3.14.2013

You have a Friend in Me

A couple of months ago, my jolly friendly parking attendant was replaced by two strangers. They were rude and they did not understand the arrangement that I had previously made with the other attendant and attendants before him. I found them generally annoying and had to keep myself from uttering names under my breathe after interacting with them. In fact when I drove into the parking lot, I often thought, ooh I have to deal with tweedle dee and tweedle dum. I felt that because they refused to understand me, they were intent on simply making my parking time unbearable. I was highly unpleased with them.

Then one day it hit me that these two are probably someone's father and possibly grandfathers. I saw one of them pull into the parking lot shortly afterwards and he had a Marines sticker on his car. I started noticing various things about the men that made them less...annoying.  I decided to adjust my attitude and the next morning, like I'd done with the previous attendant, I waved to them when I drove in and said a cheery good morning when I handed them my payment. The next day I noticed they waved first as I entered the parking lot and we exchanged greetings. All of a sudden my painful interaction had became a friendly place. With a simple attitude shift, I had made new friends.

I remember going to the market with my mom as a kid and she seemed to know soo many people! We would generally leave the house around 5 am to get the freshest vegetables...it was usually too early to be coherent let alone friendly, but my mom made her stops around the market and talked to her "friends". I learned as I got older that these women were virtually strangers to her, but for the purposes of her shopping experience, they were her friends. They had little nicknames for her and she always had something to tease them about.

We tend to treat people differently once they lose the mystical strangeness about them. During traffic my anger quickly dissipates if the person that just cut me off turns out to be someone I know. This has happened on several occasions with friends and coworkers who were just in a hurry. I've dismissed it with justifications of inattentiveness, which is generally unlike the irritation I feel towards all the other strangers on the road. We tend to forgive faster and not get so worked up when there is a connection with the other person.

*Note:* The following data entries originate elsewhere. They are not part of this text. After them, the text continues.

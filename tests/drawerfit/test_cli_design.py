"""`drawerfit design` through the CLI runner: exit codes, JSON shape, key lines."""

import json

import pytest
from click.testing import CliRunner

from drawerfit.cli import cli
from tests.drawerfit.circuits import SMALL_DRAWER_CSV

STOCK = SMALL_DRAWER_CSV

REQUEST = """topology = "cc"
supply_v = 12.0
load_ohm = "10k"
source_ohm = "600"
gain = 0.9
gain_tol_db = 2.0
f_low_max_hz = 100
"""


@pytest.fixture
def store(tmp_path):
    db = tmp_path / "s.sqlite"
    csv = tmp_path / "stock.csv"
    csv.write_text(STOCK)
    r = CliRunner().invoke(cli, ["--db", str(db), "stock", "import", str(csv)])
    assert r.exit_code == 0, r.output
    return db


def run(store, tmp_path, text, *args):
    req = tmp_path / "req.toml"
    req.write_text(text)
    return CliRunner().invoke(cli, ["--db", str(store), "design", str(req), *args])


def check_design_shape(d, meets):
    # docs/json.md
    assert set(d) >= {"rank", "topology", "transistor", "parts", "metrics", "meets_spec", "score"}
    assert d["meets_spec"] is meets
    for _role, p in d["parts"].items():
        assert set(p) >= {"value", "label", "pieces"}
        for piece in p["pieces"]:
            assert set(piece) >= {"id", "count", "value", "location"}
            assert isinstance(piece["count"], int) and piece["count"] >= 1
    for key in ("gain_db", "f_low_hz", "f_high_hz", "ic_a", "vce_v", "zin_ohm", "zout_ohm",
                "ic_drift_pct", "swing_vpk", "thd_pct", "vb_v", "ve_v", "vc_v", "vbe_v"):
        assert key in d["metrics"]
    if not meets:
        assert d["violations"]


def test_json_shape_and_ranks(store, tmp_path):
    r = run(store, tmp_path, REQUEST, "--top", "3", "--json")
    assert r.exit_code == 0, r.output
    out = json.loads(r.stdout)
    assert set(out) >= {"request", "feasible", "designs", "nearest_misses", "unlock"}
    assert out["feasible"] is True
    assert [d["rank"] for d in out["designs"]] == list(range(1, len(out["designs"]) + 1))
    assert len(out["designs"]) <= 3
    scores = [d["score"] for d in out["designs"]]
    assert scores == sorted(scores)
    for d in out["designs"]:
        check_design_shape(d, True)
        assert -0.92 - 2.0 <= d["metrics"]["gain_db"] <= -0.92 + 2.0 + 0.01


def test_table_shows_bins_and_reason(store, tmp_path):
    r = run(store, tmp_path, REQUEST, "--top", "2")
    assert r.exit_code == 0, r.output
    assert "@A" in r.stdout and "operating point" in r.stdout
    assert "#1" in r.stdout


def test_infeasible_request_is_an_answer(store, tmp_path, monkeypatch):
    import optimiser.search.suggestions as misses

    monkeypatch.setattr(misses, "MISS_BUDGET_S", 5.0)     # keep the suite quick
    monkeypatch.setattr(misses, "BUY_BUDGET_S", 2.0)
    text = REQUEST.replace("f_low_max_hz = 100", "f_low_max_hz = 0.5")
    r = run(store, tmp_path, text, "--json")
    assert r.exit_code == 0, r.output
    out = json.loads(r.stdout)
    assert out["feasible"] is False and out["designs"] == []
    assert out["nearest_misses"], out
    for d in out["nearest_misses"]:
        check_design_shape(d, False)
    assert out["unlock"]


def test_no_passband_exits_2_with_one_line(store, tmp_path):
    r = run(store, tmp_path, REQUEST + "f_high_min_hz = 50\n")
    assert r.exit_code == 2
    lines = [x for x in r.stderr.splitlines() if x.strip()]
    assert len(lines) == 1 and "req.toml" in lines[0] and "f_high_min_hz" in lines[0]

I find that making this application to all aspects of my life can be very beneficial. Of course I do not have to trust everyone I encounter or make friends with everyone, but by seeing others as people and not barriers, harmful creatures of the other world or roadblocks in life, I can get to my destination with so much less stress and anguish.

Park Geun-hye
So a few weeks ago when I drove into the parking lot, I asked one of the gentleman whose name I now know, what's new, as  he was reading the newspaper. He informed me that South Korea had just sworn in a new president...and she's a woman. Wow! I learned something new.